── Excerpted records

//! Owns money: exact, so that "cheaper by one millionth" is provable and ties are ties.

use std::fmt;
use std::iter::Sum;
use std::ops::{Add, Mul};

/// Millionths of the catalogue's currency.
#[derive(Debug, Clone, Copy, Default, PartialEq, Eq, PartialOrd, Ord, Hash)]
pub struct Money(pub i64);

impl Money {
    /// Millionths in one unit of the currency.
    pub const SCALE: i64 = 1_000_000;
    /// Highest price that a row may state (currency units): a unit of a million pieces still fits an i64.
    pub const HIGHEST: i64 = 1_000_000;

    /// In units of the currency, for reports and JSON.
    #[must_use]
    #[allow(clippy::cast_precision_loss)]
    pub fn value(self) -> f64 {
        self.0 as f64 / Self::SCALE as f64
    }
}

impl Money {
    /// Cost of so many pieces at once; a whole run may outgrow an i64.
    #[must_use]
    pub fn of_run(self, pieces: u64) -> RunCost {
        RunCost(i128::from(self.0) * i128::from(pieces))
    }
}

/// Cost of a whole run, millionths of the currency.
#[derive(Debug, Clone, Copy, Default, PartialEq, Eq, PartialOrd, Ord)]
pub struct RunCost(pub i128);

impl Sum for RunCost {
    fn sum<I: Iterator<Item = RunCost>>(iter: I) -> RunCost {
        RunCost(iter.map(|cost| cost.0).sum())
    }
}

impl fmt::Display for RunCost {
    fn fmt(&self, f: &mut fmt::Formatter<'_>) -> fmt::Result {
        f.pad(&written(self.0))
    }
}

impl Add for Money {
    type Output = Money;
    fn add(self, other: Money) -> Money {
        Money(self.0 + other.0)
    }
}

impl Mul<u64> for Money {
    type Output = Money;
    fn mul(self, pieces: u64) -> Money {
        Money(self.0 * pieces.cast_signed())
    }
}

impl Sum for Money {
    fn sum<I: Iterator<Item = Money>>(iter: I) -> Money {
        iter.fold(Money(0), Add::add)
    }
}

impl fmt::Display for Money {
    fn fmt(&self, f: &mut fmt::Formatter<'_>) -> fmt::Result {
        f.pad(&written(i128::from(self.0)))
    }
}

/// At least two decimals, and as many more as the amount has.
fn written(millionths: i128) -> String {
    let sign = if millionths < 0 { "-" } else { "" };
    let scale = u128::from(Money::SCALE.unsigned_abs());
    let (whole, rest) = (millionths.unsigned_abs() / scale, millionths.unsigned_abs() % scale);
    let decimals = format!("{rest:06}");
    let kept = decimals.trim_end_matches('0').len().max(2);
    format!("{sign}{whole}.{}", &decimals[..kept])
}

────

● **Prompt**
Filter the entries above down to the lines that contain the word "units".

● **Your response**
    /// Highest price that a row may state (currency units): a unit of a million pieces still fits an i64.
    /// In units of the currency, for reports and JSON.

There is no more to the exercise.